Lights and disks are the most common. Unknowns are also ranked up there, but that can mean just about anything including reports where this field was simply left blank. On an interesting note, a recent Pentagon report actually lists spheres as the most common shape reported by pilots at high attitudes. That doesn't quite line up with what people on the ground are seeing.
This is a new analysis I've been doing on these datasets. It's called Sentiment Analysis and essentially counts up the words in each description and then compares it to a database of emotions associated with words. So, "explosion" could be associated with "fear" while "authorities" might be associated with "trust". We can can use these associations to calculate a relative percentage for eight emotional states for each report.

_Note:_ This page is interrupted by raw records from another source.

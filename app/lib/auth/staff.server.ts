import { and, eq, exists, inArray, or, type SQL } from "drizzle-orm";
import { buildCrew, builds, leads, SIGNED_STAGES, type Lead, type Role } from "~/db/schema";
import { db } from "~/lib/platform/db.server";
import { isSignedStage } from "~/lib/leads/lead-status";
import { getSessionUser, type SessionUser } from "~/lib/auth/session.server";

/** Staff who work the inbox and see prices. */
export const OFFICE_ROLES = ["owner", "estimator"] as const satisfies readonly Role[];

export function isOfficeRole(role: Role): boolean {
  return role === "owner" || role === "estimator";
}

/**
 * The JSON API's guard: 401 JSON when nobody is signed in, 403 JSON for a signed-in person without
 * the role (homeowners included). Resource routes answer JSON, never a redirect to a page.
 */
export async function requireApiUser(request: Request, roles: readonly Role[]): Promise<SessionUser> {
  const user = await getSessionUser(request);
  if (!user) {
    throw Response.json({ errors: [{ path: "", message: "Sign in to use this API." }] }, { status: 401 });
  }
  if (!roles.includes(user.role)) {
    throw Response.json({ errors: [{ path: "", message: "Your role cannot use this API." }] }, { status: 403 });
  }
  return user;
}

/** A :leadId route param as a positive integer, or null for anything else (callers answer 404). */
export function parseLeadId(raw: string | undefined): number | null {
  const id = Number(raw);
  if (!raw || !/^\d{1,12}$/.test(raw) || !Number.isSafeInteger(id) || id <= 0) return null;
  return id;
}

/**
 * The crew member's jobs, as a condition on `leads`: signed jobs given to them, or whose booked
 * build has them on its crew. Callers add the company.
 */
export function crewJobCondition(userId: number): SQL {
  const onBuild = db
    .select({ one: buildCrew.userId })
    .from(buildCrew)
    .innerJoin(builds, eq(builds.id, buildCrew.buildId))
    .where(and(eq(builds.leadId, leads.id), eq(builds.status, "booked"), eq(buildCrew.userId, userId)));
  return and(inArray(leads.status, SIGNED_STAGES), or(eq(leads.crewUserId, userId), exists(onBuild)))!;
}

/**
 * A lead the user may open, or null: callers answer 404 (never 403, so ids of other companies' leads
 * reveal nothing). Owners and estimators: any lead of their company. Crew: only signed jobs given to
 * them or whose booked build they are on.
 */
export async function findLeadFor(user: SessionUser, leadId: number | null): Promise<Lead | null> {
  if (leadId === null) return null;
  if (!isOfficeRole(user.role) && user.role !== "crew") return null;
  const [lead] = await db
    .select()
    .from(leads)
    .where(
      and(
        eq(leads.id, leadId),
        eq(leads.companyId, user.companyId),
        user.role === "crew" ? crewJobCondition(user.id) : undefined,
      ),
    )
    .limit(1);
  return lead && (isOfficeRole(user.role) || isSignedStage(lead.status)) ? lead : null;
}
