import { and, eq } from "drizzle-orm";
import { leads, type Lead, type Role } from "~/db/schema";
import { db } from "~/lib/platform/db.server";
import { isSignedStage } from "~/lib/leads/lead-status";
import { getSessionUser, type SessionUser } from "~/lib/auth/session.server";

/** Staff who work the inbox and see prices. */
export const OFFICE_ROLES = ["owner", "estimator"] as const satisfies readonly Role[];

export function isOfficeRole(role: Role): boolean {
  return role === "owner" || role === "estimator";
}

/**
 * The JSON API's guard: 401 JSON when nobody is signed in, 403 JSON for a signed-in person without
 * the role (homeowners included). Resource routes answer JSON, never a redirect to a page.
 */
export async function requireApiUser(request: Request, roles: readonly Role[]): Promise<SessionUser> {
  const user = await getSessionUser(request);
  if (!user) {
    throw Response.json({ errors: [{ path: "", message: "Sign in to use this API." }] }, { status: 401 });
  }
  if (!roles.includes(user.role)) {
    throw Response.json({ errors: [{ path: "", message: "Your role cannot use this API." }] }, { status: 403 });
  }
  return user;
}

/** A :leadId route param as a positive integer; anything else is a 404. */
export function parseLeadId(raw: string | undefined): number {
  const id = Number(raw);
  if (!raw || !/^\d{1,12}$/.test(raw) || !Number.isSafeInteger(id) || id <= 0) {
    throw new Response("Not found", { status: 404 });
  }
  return id;
}

/**
 * A lead the user may open, or a 404 (never a 403, so ids of other companies' leads reveal nothing).
 * Owners and estimators: any lead of their company. Crew: only signed jobs assigned to them.
 */
export async function requireLeadFor(user: SessionUser, leadId: number): Promise<Lead> {
  const [lead] = await db
    .select()
    .from(leads)
    .where(and(eq(leads.id, leadId), eq(leads.companyId, user.companyId)))
    .limit(1);
  const isAllowed =
    lead !== undefined &&
    (isOfficeRole(user.role) || (user.role === "crew" && lead.crewUserId === user.id && isSignedStage(lead.status)));
  if (!lead || !isAllowed) throw new Response("Not found", { status: 404 });
  return lead;
}
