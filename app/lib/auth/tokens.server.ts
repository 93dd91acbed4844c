import { createHash, randomBytes } from "node:crypto";
import { and, eq, gt, inArray, isNotNull, isNull } from "drizzle-orm";
import { leads, oneTimeTokens, users } from "~/db/schema";
import { db, writeTransaction } from "~/lib/platform/db.server";

/** A URL-safe random token (256 bits) and the SHA-256 hex that is stored in its place. */
export function createToken(): { token: string; tokenHash: string } {
  const token = randomBytes(32).toString("base64url");
  return { token, tokenHash: hashToken(token) };
}

export function hashToken(token: string): string {
  return createHash("sha256").update(token).digest("hex");
}

/** A short unguessable reference for public links (128 bits). */
export function createRef(): string {
  return randomBytes(16).toString("base64url");
}

/*
 * One-time links (set a password, accept an invitation). The token travels in the link's fragment
 * (`/welcome#<token>`), which browsers never send to a server, and then in a POST body: it never
 * appears in a request line, so never in an access log or a Referer. A newer link revokes the
 * older ones of the same account; using a link and setting the password are one transaction.
 */

type Tx = Parameters<Parameters<typeof writeTransaction>[0]>[0];
type Purpose = (typeof oneTimeTokens.$inferInsert)["purpose"];

/** The path of a one-time link; the token is a fragment, so it stays in the browser. */
export function oneTimeLinkPath(token: string): string {
  return `/welcome#${token}`;
}

/**
 * Issues a link for an account inside the caller's transaction. A link that sets a password (or
 * accepts an invitation) revokes every older one of the account: an older link that also confirmed
 * a request keeps only that power (it becomes a "confirm-request" link), the rest stop working.
 * Links that only confirm a request grant no sign-in and live side by side, one per request.
 */
export async function issueOneTimeToken(
  tx: Tx,
  args: { userId: number; purpose: Purpose; days: number; leadId?: number | null },
): Promise<string> {
  const { userId, purpose, days, leadId = null } = args;
  const now = new Date();
  if (purpose !== "confirm-request") {
    const live = and(
      eq(oneTimeTokens.userId, userId),
      isNull(oneTimeTokens.usedAt),
      inArray(oneTimeTokens.purpose, ["set-password", "invite"]),
    );
    await tx
      .update(oneTimeTokens)
      .set({ purpose: "confirm-request" })
      .where(and(live, isNotNull(oneTimeTokens.leadId)));
    await tx
      .update(oneTimeTokens)
      .set({ usedAt: now.toISOString() })
      .where(and(live, isNull(oneTimeTokens.leadId)));
  }
  const { token, tokenHash } = createToken();
  await tx.insert(oneTimeTokens).values({
    tokenHash,
    userId,
    purpose,
    leadId,
    expiresAt: new Date(now.getTime() + days * 86_400_000).toISOString(),
  });
  return token;
}

/** The person a live (unused, unexpired, active account) token belongs to, or null. */
export async function findLiveToken(token: string) {
  if (!token || token.length > 200) return null;
  const [row] = await db
    .select({
      userId: users.id,
      name: users.name,
      email: users.email,
      role: users.role,
      purpose: oneTimeTokens.purpose,
      leadId: oneTimeTokens.leadId,
      passwordHash: users.passwordHash,
    })
    .from(oneTimeTokens)
    .innerJoin(users, eq(users.id, oneTimeTokens.userId))
    .where(
      and(
        eq(oneTimeTokens.tokenHash, hashToken(token)),
        isNull(oneTimeTokens.usedAt),
        gt(oneTimeTokens.expiresAt, new Date().toISOString()),
        eq(users.isActive, true),
      ),
    )
    .limit(1);
  if (!row) return null;
  const { passwordHash, ...rest } = row;
  return { ...rest, hasPassword: passwordHash !== null };
}

class LinkNotLive extends Error {}

/**
 * Spends a token of one of `purposes` if it is still unused and unexpired at `now`: one conditional
 * UPDATE, so of two uses at the same moment only one gets the row back. Null for a dead link.
 */
async function consumeToken(
  tx: Tx,
  token: string,
  purposes: Purpose[],
  now: string,
): Promise<{ userId: number; leadId: number | null } | null> {
  const [used] = await tx
    .update(oneTimeTokens)
    .set({ usedAt: now })
    .where(
      and(
        eq(oneTimeTokens.tokenHash, hashToken(token)),
        isNull(oneTimeTokens.usedAt),
        gt(oneTimeTokens.expiresAt, now),
        inArray(oneTimeTokens.purpose, purposes),
      ),
    )
    .returning({ userId: oneTimeTokens.userId, leadId: oneTimeTokens.leadId });
  return used ?? null;
}

/**
 * Uses a token and sets the account's password in one transaction: the token is marked used only
 * if it was still unused, unexpired and its account active, and only then is the password written.
 * A second use at the same moment finds it used and changes nothing. Returns null for a dead link.
 */
export async function setPasswordWithToken(
  token: string,
  passwordHash: string,
): Promise<{ id: number; role: (typeof users.$inferSelect)["role"] } | null> {
  try {
    return await writeTransaction(async (tx) => {
      const now = new Date().toISOString();
      const used = await consumeToken(tx, token, ["set-password", "invite"], now);
      if (!used) throw new LinkNotLive();
      const [user] = await tx
        .update(users)
        .set({ passwordHash })
        .where(and(eq(users.id, used.userId), eq(users.isActive, true)))
        .returning({ id: users.id, role: users.role });
      if (!user) throw new LinkNotLive();
      if (used.leadId !== null) await attachLead(tx, used.leadId, user.id);
      // Any other password link still out there for this account is spent too (request links stay).
      await tx
        .update(oneTimeTokens)
        .set({ usedAt: now })
        .where(
          and(
            eq(oneTimeTokens.userId, user.id),
            isNull(oneTimeTokens.usedAt),
            inArray(oneTimeTokens.purpose, ["set-password", "invite"]),
          ),
        );
      return user;
    });
  } catch (error) {
    if (error instanceof LinkNotLive) return null;
    throw error;
  }
}

/** Puts a request in the account's own list; only a request that no account holds yet. */
async function attachLead(tx: Tx, leadId: number, userId: number): Promise<void> {
  await tx
    .update(leads)
    .set({ homeownerId: userId })
    .where(and(eq(leads.id, leadId), isNull(leads.homeownerId)));
}

/**
 * Uses a "this request was mine" link: the request joins the account the e-mail went to, in the
 * same transaction that spends the link. Returns the account, or null for a dead link.
 */
export async function confirmRequestWithToken(token: string): Promise<{ userId: number; hasPassword: boolean } | null> {
  return writeTransaction(async (tx) => {
    const used = await consumeToken(tx, token, ["confirm-request"], new Date().toISOString());
    if (!used || used.leadId === null) return null;
    await attachLead(tx, used.leadId, used.userId);
    const [user] = await tx.select({ passwordHash: users.passwordHash }).from(users).where(eq(users.id, used.userId));
    return { userId: used.userId, hasPassword: Boolean(user?.passwordHash) };
  });
}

This can then be summed up to get an idea of how most people feel about their reports.
| Emotion | Value |
| ------------ | --------- |
| trust | 23.892544 |
| anticipation | 21.150439 |
| fear | 17.615789 |
| sadness | 11.005263 |
| joy | 10.371930 |
| surprise | 7.728070 |
| anger | 5.245175 |
| disgust | 2.990351 |
Trust, anticipation, and fear are the most reported feelings associated with these sightings. Fear and anticipation make sense and make me think of the adrenaline experience likely feel at these times. I would have thought there would be more surprise but that is far down on the list. Trust is not that expected, but my guess is that many of these reports will mention calling the authorities or other things. It will be interesting to note the emotional tone as I read through each case.
Here are words taken from the reports that are seen as positive and negative.
Red is negative and Green is positive. Overall, people felt 50/50 when it came to the experience as being positive or negative. This was repeated over a few methods that I used.
NOTE I removed the word "Object" from the plot because it appear so much that it blocked out everything else. It appeared as a negative word and took up 25% of the area of the graph.
Overall, these findings mirror what I've seen before even though the sample is much lower than the national dataset. Bucks County is like a microcosm of the national UFO picture.
As I found before, strange lights observed at night for a few minutes at a time is the typical UFO profile in Bucks County just like it is nationally. Text analysis of the witness is intriguing but leaves more questions than answers.
There are some unanswered questions, the most intriguing of which is what could be a UFO flap in Bucks. Did those 2014 cases all happen around the same time or was 2014 simply a year where more people saw UFOs overall. Was there some reason to be outside at night that year?